PROBLEM TO SOLVE
The answer must be every line below that contains the string "moments".

[Excerpts from a dataset]

import type { z } from 'zod';
import { quantityReader, stateOf } from './given-values.ts';
import { inputSchema } from './input.ts';
import { repeated } from './repeated.ts';
import { resolveMember } from './resolve-member.ts';
import type { ParsedInput, Problem } from './resolved.ts';
import { withStandIns } from './stand-ins.ts';

const pathText = (path: readonly PropertyKey[]): string =>
  path.reduce<string>(
    (at, p) =>
      typeof p === 'number' ? `${at}[${p}]` : at === '' ? String(p) : `${at}.${String(p)}`,
    '',
  );

/** Of a field with several forms and no words of its own: what is wrong in the form it has chosen. */
function furthest(issue: z.core.$ZodIssue): readonly z.core.$ZodIssue[] {
  if (issue.code !== 'invalid_union' || issue.message !== 'Invalid input') return [issue];
  const chosen = issue.errors
    .map((branch) => branch.flatMap(furthest))
    .find((branch) => branch.length > 0 && branch.every(({ path }) => path.length > 0));
  return chosen?.map((i) => ({ ...i, path: [...issue.path, ...i.path] })) ?? [issue];
}

/** Reads INPUT.json: its shape, its quantities, and what the members need; all problems at once. */
export function parseInput(json: unknown): ParsedInput {
  const shape = inputSchema.safeParse(json);
  if (!shape.success) {
    const { issues } = shape.error;
    const missing = issues
      .flatMap(furthest)
      .map((i) => ({ path: pathText(i.path), message: i.message }));
    return { ok: false, problems: [...missing, ...problemsBeside(json, issues)] };
  }
  const problems: Problem[] = [];
  const input = shape.data;
  const { analysis } = input;
  if (analysis.secondOrder === 'from-analysis' && analysis.includesMemberEffect === undefined)
    problems.push({
      path: 'analysis.includesMemberEffect',
      message:
        'is needed with moments from an analysis: whether the effect of the axial force between the ends (P-δ) is in them',
    });
  if ((typeof analysis.sway === 'string' ? analysis.sway : analysis.sway.value) === 'B2') {
    if (analysis.secondOrder !== 'amplified')
      problems.push({
        path: 'analysis.secondOrder',
        message:
          'must be "amplified" where sway is by B2: the multiplier belongs to first-order moments; moments of a second-order analysis hold the sway already',
      });
  } else
    input.members.forEach((m, i) => {
      m.combinations.forEach((c, j) => {
        if (c.sway)
          problems.push({
            path: `members[${i}].combinations[${j}].sway`,
            message: 'is given, but the basis says that the ends do not translate',
          });
      });
    });
  const sway =
    typeof analysis.sway === 'string'
      ? {
          value: analysis.sway,
          source: { kind: 'typed' as const, note: 'Basis of the calculation' },
          confirmed: true,
        }
      : stateOf(analysis.sway);
  const driftRatio = quantityReader((path, message) =>
    problems.push({ path: `analysis.${path}`, message }),
  )('driftRatio', analysis.driftRatio, 'none');
  if (driftRatio && driftRatio.value < 1)
    problems.push({
      path: 'analysis.driftRatio',
      message: `is ${driftRatio.text}; second-order drift is not below first-order drift`,
    });
  const members = input.members.map((m, i) => resolveMember(m, i, input, problems));
  repeated(
    input.members.map((m) => m.mark),
    (i) => `members[${i}].mark`,
    'mark',
    problems,
  );
  repeated(
    members.map((m) => m.id),
    (i) => `members[${i}].id`,
    'id',
    problems,
  );
  if (problems.length > 0) return { ok: false, problems };
  return {
    ok: true,
    input: {
      source: input,
      design: input.design,
      units: input.units,
      constants: input.constants ?? input.units,
      analysis: {
        method: analysis.method,
        secondOrder: analysis.secondOrder,
        sway: sway.value,
        // Says something of moments from an analysis only; elsewhere it must not move the hash.
        includesMemberEffect:
          analysis.secondOrder === 'from-analysis' && analysis.includesMemberEffect === true,
      },
      sway,
      driftRatio,
      provisions: new Set(analysis.provisions ?? []),
      members,
    },
  };
}

/** What is wrong with the rest of an input while some fields are not given yet. */
function problemsBeside(json: unknown, issues: readonly z.core.$ZodIssue[]): Problem[] {
  const completed = withStandIns(json, issues);
  if (!completed) return [];
  const parsed = parseInput(completed.json);
  if (parsed.ok) return [];
  const filled = completed.paths.map(pathText);
  return parsed.problems.filter(({ path }) => !filled.includes(path));
}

EXERCISE RESULT
        'is needed with moments from an analysis: whether the effect of the axial force between the ends (P-δ) is in them',
          'must be "amplified" where sway is by B2: the multiplier belongs to first-order moments; moments of a second-order analysis hold the sway already',
        // Says something of moments from an analysis only; elsewhere it must not move the hash.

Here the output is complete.